Deep reinforcement learning enables better bias control in benchmark for virtual screening.
Journal:
Computers in biology and medicine
Published Date:
Feb 15, 2024
Abstract
Virtual screening (VS) has been incorporated into the paradigm of modern drug discovery. This field is now undergoing a new wave of revolution driven by artificial intelligence and more specifically, machine learning (ML). In terms of those out-of-the-box datasets for model training or benchmarking, their data volume and applicability domain are limited. They are suffering from the biases constantly reported in the ML application. To address these issues, we present a novel benchmark named MUBD. The utilization of synthetic decoys (i.e., presumed inactives) is the main feature of MUBD, where deep reinforcement learning was leveraged for bias control during decoy generation.

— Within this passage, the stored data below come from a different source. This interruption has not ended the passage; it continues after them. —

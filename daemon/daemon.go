package daemon

import (
	"context"
	"errors"
	"fmt"
	"log/slog"
	"net"
	"net/http"
	"os"
	"strconv"
	"sync"
	"sync/atomic"
	"time"

	"github.com/nats-io/nats-server/v2/server"
	"github.com/nats-io/nats.go"
	"github.com/prometheus/client_golang/prometheus"
	"github.com/prometheus/client_golang/prometheus/collectors"
	"golang.org/x/time/rate"

	"lariat/config"
	"lariat/sink"
	"lariat/sink/checkpoint"
)

// Errors returned by the daemon.
var (
	// ErrNoModels is returned by New for a configuration without models.
	ErrNoModels = errors.New("daemon: no models configured")
	// ErrStarted is returned by a second call of Run.
	ErrStarted = errors.New("daemon: Run called twice")
)

// ShutdownTimeout bounds the whole shutdown sequence (drain, final
// publication, closing NATS and HTTP).
const ShutdownTimeout = 10 * time.Second

// Daemon keeps the configured models current on their NATS streams. Build it
// with New, run it with Run; it is single-use.
type Daemon struct {
	cfg     *config.Config
	log     *slog.Logger
	reg     *prometheus.Registry
	metrics *sink.Metrics
	store   *sink.Store
	version string
	tick    time.Duration // model goroutine tick: idle steps and publication checks
	noIdle  bool          // tests: no idle steps (bit-exact comparisons)
	// minPublish is the least time between two versions of a model that
	// are not forced (the heartbeat and the final document always go out).
	minPublish time.Duration
	drainTO    time.Duration
	// rejectRate and rejectBurst limit the republication of each model's
	// rejected records (rejectlimit.go); tests change them.
	rejectRate  float64
	rejectBurst int
	unrouted    *rate.Limiter // the limiter of records no model is fed by

	workers []*worker
	byName  map[string]*worker
	routes  map[string][]*worker // subject pattern -> models fed by it
	// templates are the model entries with instances.key_token: their
	// instances are workers created on demand (template.go).
	templates []*template
	tmpl      map[string]*template
	tm        *sink.TemplateMetrics
	wg        *sync.WaitGroup // Run's goroutines, for instances loaded later

	run     atomic.Bool
	started chan struct{} // closed once listeners are bound and models subscribed
	out     *outbox
	ckpt    checkpoint.Store // the models' checkpoints (set by start, before the model goroutines)
	// ckptWrap, if set, wraps the checkpoint store once it is open (tests
	// that stop a process without its final checkpoints).
	ckptWrap func(checkpoint.Store) checkpoint.Store

	// Set while starting, read-only afterwards (published by closing started).
	srv      *server.Server
	nc       *nats.Conn
	in       ingest        // core subscriptions: score subjects, and model subjects with core intake
	streams  *streamIntake // durable intake; nil with core intake (set by watchBus, read after it joined)
	httpSrv  *http.Server
	httpAddr string
	natsURL  string

	conn      atomic.Pointer[nats.Conn] // d.nc for Ready, which HTTP may call while Run is starting
	pub       atomic.Pointer[sink.Publisher]
	busReady  atomic.Bool           // connected, subscriptions confirmed, publisher up
	intakeErr atomic.Pointer[error] // why the intake could not start, if it could not
	stopBus   context.CancelFunc
	busDone   chan struct{} // closed when watchBus has finished setting up the intake
	stopping  atomic.Bool

	closeOnce sync.Once
}

// Option configures a Daemon beyond its configuration file.
type Option func(*Daemon) error

// WithLogger sets the logger; the default discards everything.
func WithLogger(l *slog.Logger) Option {
	return func(d *Daemon) error {
		if l == nil {
			return errors.New("daemon: nil logger")
		}
		d.log = l
		return nil
	}
}

// WithRegistry sets the Prometheus registry the daemon registers its metrics
// on and serves at /metrics. The default is a fresh registry with the Go and
// process collectors.
func WithRegistry(r *prometheus.Registry) Option {
	return func(d *Daemon) error {
		if r == nil {
			return errors.New("daemon: nil registry")
		}
		d.reg = r
		return nil
	}
}

// WithVersion sets the version string shown on the status page.
func WithVersion(v string) Option {
	return func(d *Daemon) error { d.version = v; return nil }
}

// New builds a daemon for cfg (already validated, see config.Load); it
// starts nothing. cfg must not change afterwards.
func New(cfg *config.Config, opts ...Option) (*Daemon, error) {
	if cfg == nil || len(cfg.Models) == 0 {
		return nil, ErrNoModels
	}
	d := &Daemon{
		cfg:         cfg,
		log:         discardLogger(),
		store:       sink.NewStore(),
		tick:        100 * time.Millisecond,
		minPublish:  time.Second,
		drainTO:     5 * time.Second,
		rejectRate:  rejectRate,
		rejectBurst: rejectBurst,
		byName:      make(map[string]*worker),
		routes:      make(map[string][]*worker),
		tmpl:        make(map[string]*template),
		started:     make(chan struct{}),
	}
	for _, o := range opts {
		if err := o(d); err != nil {
			return nil, err
		}
	}
	if d.reg == nil {
		d.reg = prometheus.NewRegistry()
		d.reg.MustRegister(collectors.NewGoCollector(),
			collectors.NewProcessCollector(collectors.ProcessCollectorOpts{}))
	}
	m, err := sink.NewMetrics(d.reg)
	if err != nil {
		return nil, fmt.Errorf("daemon: metrics: %w", err)
	}
	d.metrics = m
	if d.tm, err = sink.NewTemplateMetrics(d.reg); err != nil {
		return nil, fmt.Errorf("daemon: metrics: %w", err)
	}
	d.out = newOutbox(d)
	d.unrouted = newRejectLimiter(d.rejectRate, d.rejectBurst)
	for i := range cfg.Models {
		if cfg.Models[i].Template() {
			t := newTemplate(d, &cfg.Models[i])
			d.templates = append(d.templates, t)
			d.tmpl[t.name] = t
			continue
		}
		w, err := newWorker(d, &cfg.Models[i])
		if err != nil {
			return nil, err
		}
		d.workers = append(d.workers, w)
		d.byName[w.name] = w
		d.routes[w.cfg.Subject] = append(d.routes[w.cfg.Subject], w)
		d.store.Register(w.name)
	}
	return d, nil
}

// Started is closed once Run has bound its listeners and subscribed every
// model (the NATS connection itself may still be pending for an external
// server; see Ready). It is never closed if Run fails to start.
func (d *Daemon) Started() <-chan struct{} { return d.started }

// HTTPAddr returns the HTTP server's bound address ("" before Started).
func (d *Daemon) HTTPAddr() string { return d.httpAddr }

// NATSURL returns the URL the daemon connects to: the embedded server's
// client URL, or the configured external URL ("" before Started).
func (d *Daemon) NATSURL() string { return d.natsURL }

// Registry returns the Prometheus registry the daemon's metrics live in.
func (d *Daemon) Registry() *prometheus.Registry { return d.reg }

// Store returns the store of published model documents.
func (d *Daemon) Store() *sink.Store { return d.store }

// Ready returns nil when the daemon is ready to serve: connected to NATS,
// every model subscribed, the publisher up and every model able to publish
// its new versions; otherwise the reason ("degraded: model M does not
// publish: ..." when a model's last version could not be built or stored).
func (d *Daemon) Ready() error {
	nc := d.conn.Load()
	switch {
	case d.stopping.Load():
		return errors.New("shutting down")
	case nc == nil:
		return errors.New("not started")
	case !nc.IsConnected():
		// The last error names the cause, e.g. a TLS certificate the
		// configured CA does not verify (a retry never fixes that).
		if err := nc.LastError(); err != nil {
			return fmt.Errorf("NATS not connected (%s): %w", nc.Status(), d.explainConnErr(err))
		}
		return fmt.Errorf("NATS not connected (%s)", nc.Status())
	case d.intakeErr.Load() != nil:
		return fmt.Errorf("intake not started: %w", *d.intakeErr.Load())
	case !d.busReady.Load():
		return errors.New("subscriptions not confirmed yet")
	}
	for _, w := range d.workers {
		if p := w.problem.Load(); p != nil {
			return fmt.Errorf("degraded: model %s does not publish: %s", w.name, *p)
		}
	}
	for _, t := range d.templates {
		for _, w := range t.workers() {
			if p := w.problem.Load(); p != nil {
				return fmt.Errorf("degraded: model %s does not publish: %s", w.name, *p)
			}
		}
	}
	return nil
}

// lookup returns the worker of a model or of a template's instance
// (<template>.<key>; an unloaded instance is loaded).
func (d *Daemon) lookup(name string) (*worker, bool) {
	if w, ok := d.byName[name]; ok {
		return w, true
	}
	for i := 0; i < len(name); i++ {
		if name[i] == '.' {
			if t := d.tmpl[name[:i]]; t != nil && d.wg != nil {
				return t.lookup(name[i+1:])
			}
			break
		}
	}
	return nil, false
}

// Run starts the daemon and blocks until ctx is done, then shuts down in the
// order written in the package documentation and returns. It returns an
// error only if the daemon could not start or the shutdown did not finish
// within ShutdownTimeout; a clean stop returns nil.
func (d *Daemon) Run(ctx context.Context) error {
	if !d.run.CompareAndSwap(false, true) {
		return ErrStarted
	}
	d.log.Debug("configuration", "config", d.cfg)
	var wg sync.WaitGroup // every goroutine started below joins it
	if err := d.start(&wg); err != nil {
		d.shutdown(&wg)
		return err
	}
	close(d.started)
	d.log.Info("lariat running", "http", d.httpAddr, "nats", d.natsURL,
		"embedded", d.srv != nil, "models", len(d.workers))
	<-ctx.Done()
	d.log.Info("shutting down", "cause", context.Cause(ctx))
	return d.shutdown(&wg)
}

// start brings the daemon up in dependency order: HTTP (so /readyz answers
// during the rest), NATS, model goroutines, subscriptions, the bus watcher.
func (d *Daemon) start(wg *sync.WaitGroup) error {
	d.wg = wg
	if err := d.startHTTP(wg); err != nil {
		return err
	}
	if err := d.startNATS(); err != nil {
		return err
	}
	if err := d.restoreModels(); err != nil {
		return err
	}
	d.in = newCoreIngest(d.nc, d.cfg.NATS.PendingMsgs, d.cfg.NATS.PendingBytes)
	d.out.running.Store(true)
	wg.Go(d.out.run)
	for _, w := range d.workers {
		w.running.Store(true) // before the goroutine starts, so wait never misses it
		wg.Go(w.run)
	}
	for _, t := range d.templates {
		t.started = true
		wg.Go(t.run)
	}
	if d.cfg.Intake.Mode == config.IntakeCore {
		if err := d.subscribeModels(); err != nil {
			return err
		}
	} // else the durable intake starts once the bus is up (watchBus)
	// Unlabeled records to score (logistic models' score_subject, scoring.go).
	if err := d.subscribeScoring(); err != nil {
		return err
	}
	busCtx, cancel := context.WithCancel(context.Background())
	d.stopBus = cancel
	d.busDone = make(chan struct{})
	wg.Go(func() { d.watchBus(busCtx) })
	return nil
}

// restoreModels opens the checkpoint store under data_dir and restores
// every model that has a good checkpoint, before any model goroutine runs.
func (d *Daemon) restoreModels() error {
	store, err := d.openCheckpoints()
	if err != nil {
		return fmt.Errorf("daemon: %w", err)
	}
	if d.ckptWrap != nil {
		store = d.ckptWrap(store)
	}
	d.ckpt = store
	for _, w := range d.workers {
		w.restored = w.restore()
	}
	for _, t := range d.templates {
		if t.shared == nil {
			t.loadIndex(t.parts[0]) // a shared partition's when it is taken
		}
	}
	return nil
}

// subscribeModels subscribes the models' subjects with core NATS.
func (d *Daemon) subscribeModels() error {
	for subject, ws := range d.routes {
		if err := d.in.subscribe(subject, ws, d.handler(subject, ws)); err != nil {
			return fmt.Errorf("daemon: subscribing %s: %w", subject, err)
		}
	}
	for _, t := range d.templates {
		if err := d.in.subscribe(t.cfg.Subject, nil, t.handleCore); err != nil {
			return fmt.Errorf("daemon: subscribing %s: %w", t.cfg.Subject, err)
		}
	}
	return nil
}

// startHTTP binds the HTTP listener and serves in a goroutine owned by Run.
func (d *Daemon) startHTTP(wg *sync.WaitGroup) error {
	ln, err := net.Listen("tcp", d.cfg.HTTP.Listen)
	if err != nil {
		return fmt.Errorf("daemon: HTTP listen: %w", err)
	}
	token, err := d.cfg.HTTP.AdminToken()
	if err != nil {
		ln.Close()
		return fmt.Errorf("daemon: admin token: %w", err)
	}
	h := sink.NewHandler(sink.HandlerOptions{
		Store:        d.store,
		AdminToken:   token,
		Predictor:    predictor{d},
		Thresholds:   d, // threshold.go
		Ready:        d.Ready,
		Partitions:   d.partitions,
		Gatherer:     d.reg,
		MaxBodyBytes: d.cfg.HTTP.MaxBodyBytes,
		Version:      d.version,
		Epoch:        strconv.FormatInt(time.Now().UnixNano(), 36),
	})
	d.httpSrv = sink.NewServer(ln.Addr().String(), h)
	d.httpAddr = ln.Addr().String()
	wg.Go(func() {
		if err := d.httpSrv.Serve(ln); err != nil && !errors.Is(err, http.ErrServerClosed) {
			d.log.Error("HTTP server stopped", "err", err)
		}
	})
	return nil
}

// startNATS starts the embedded server when no URL is configured, then
// connects. The connection retries in the background if the server is not
// up yet, so Run does not fail because the bus starts later.
func (d *Daemon) startNATS() error {
	url := d.cfg.NATS.URL
	if !d.cfg.NATS.External() {
		if err := os.MkdirAll(d.cfg.DataDir, 0o750); err != nil {
			return fmt.Errorf("daemon: data dir: %w", err)
		}
		so, err := embeddedOptions(d.cfg.NATS.Listen, d.cfg.DataDir)
		if err != nil {
			return err
		}
		s, err := startEmbedded(so, d.log)
		if err != nil {
			return err
		}
		d.srv = s
		url = s.ClientURL()
	}
	d.natsURL = url
	opts, err := d.connectOptions()
	if err != nil {
		return err
	}
	nc, err := nats.Connect(url, opts...)
	if err != nil {
		return fmt.Errorf("daemon: connecting to NATS at %s: %w", url, err)
	}
	d.nc = nc
	d.conn.Store(nc)
	return nil
}

// shutdown stops everything in the documented order; safe to call twice.
func (d *Daemon) shutdown(wg *sync.WaitGroup) error {
	var err error
	d.closeOnce.Do(func() { err = d.stopAll(wg) })
	return err
}

func (d *Daemon) stopAll(wg *sync.WaitGroup) error {
	deadline := time.Now().Add(ShutdownTimeout)
	ctx, cancel := context.WithDeadline(context.Background(), deadline)
	defer cancel()
	d.stopping.Store(true)
	var errs []error
	// 1. Stop intake: drain the subscriptions so no handler runs again.
	if d.in != nil {
		dctx, dcancel := context.WithTimeout(ctx, d.drainTO)
		if err := d.in.drain(dctx); err != nil {
			errs = append(errs, err)
		}
		dcancel()
	}
	if d.stopBus != nil {
		d.stopBus()
		<-d.busDone // the durable intake, if any, is set up or given up
	}
	if d.streams != nil {
		dctx, dcancel := context.WithTimeout(ctx, d.drainTO)
		if err := d.streams.drain(dctx); err != nil {
			errs = append(errs, err)
		}
		dcancel()
	}
	// 2. Drain the queues: each model applies what it holds, publishes its
	// final document and returns.
	for _, t := range d.templates {
		if err := t.stopAll(ctx); err != nil {
			errs = append(errs, err)
		}
	}
	for _, w := range d.workers {
		w.stop()
	}
	for _, w := range d.workers {
		if err := w.wait(ctx); err != nil {
			errs = append(errs, err)
		}
	}
	// 3. Publish the final documents, then flush and close NATS.
	d.out.close()
	if err := d.out.wait(ctx); err != nil {
		errs = append(errs, err)
	}
	if d.nc != nil {
		if d.nc.IsConnected() {
			_ = d.nc.FlushWithContext(ctx)
		}
		d.nc.Close()
	}
	if d.srv != nil {
		d.srv.Shutdown()
		d.srv.WaitForShutdown()
	}
	// 4. Shut the HTTP server last, so /readyz says why until the end.
	if d.httpSrv != nil {
		if err := d.httpSrv.Shutdown(ctx); err != nil {
			errs = append(errs, fmt.Errorf("daemon: HTTP shutdown: %w", err))
			d.httpSrv.Close()
		}
	}
	done := make(chan struct{})
	go func() { wg.Wait(); close(done) }()
	select {
	case <-done:
	case <-ctx.Done():
		errs = append(errs, errors.New("daemon: goroutines still running after the shutdown timeout"))
	}
	err := errors.Join(errs...)
	if err != nil {
		d.log.Error("shutdown incomplete", "err", err)
	} else {
		d.log.Info("stopped")
	}
	return err
}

Then, we carried out extensive validations on this new benchmark. First, we confirmed that MUBD was superior to the classical benchmarks in control of domain bias, artificial enrichment bias and analogue bias. Moreover, we found that the assessment of ML models based on MUBD was less biased as revealed by the analysis of asymmetric validation embedding bias. In addition, MUBD showed better setting of benchmarking challenge for deep learning models compared with NRLiSt-BDB. Overall, we have proven that MUBD is the close-to-ideal benchmark for VS. The computational tool is publicly available for the easy extension of MUBD.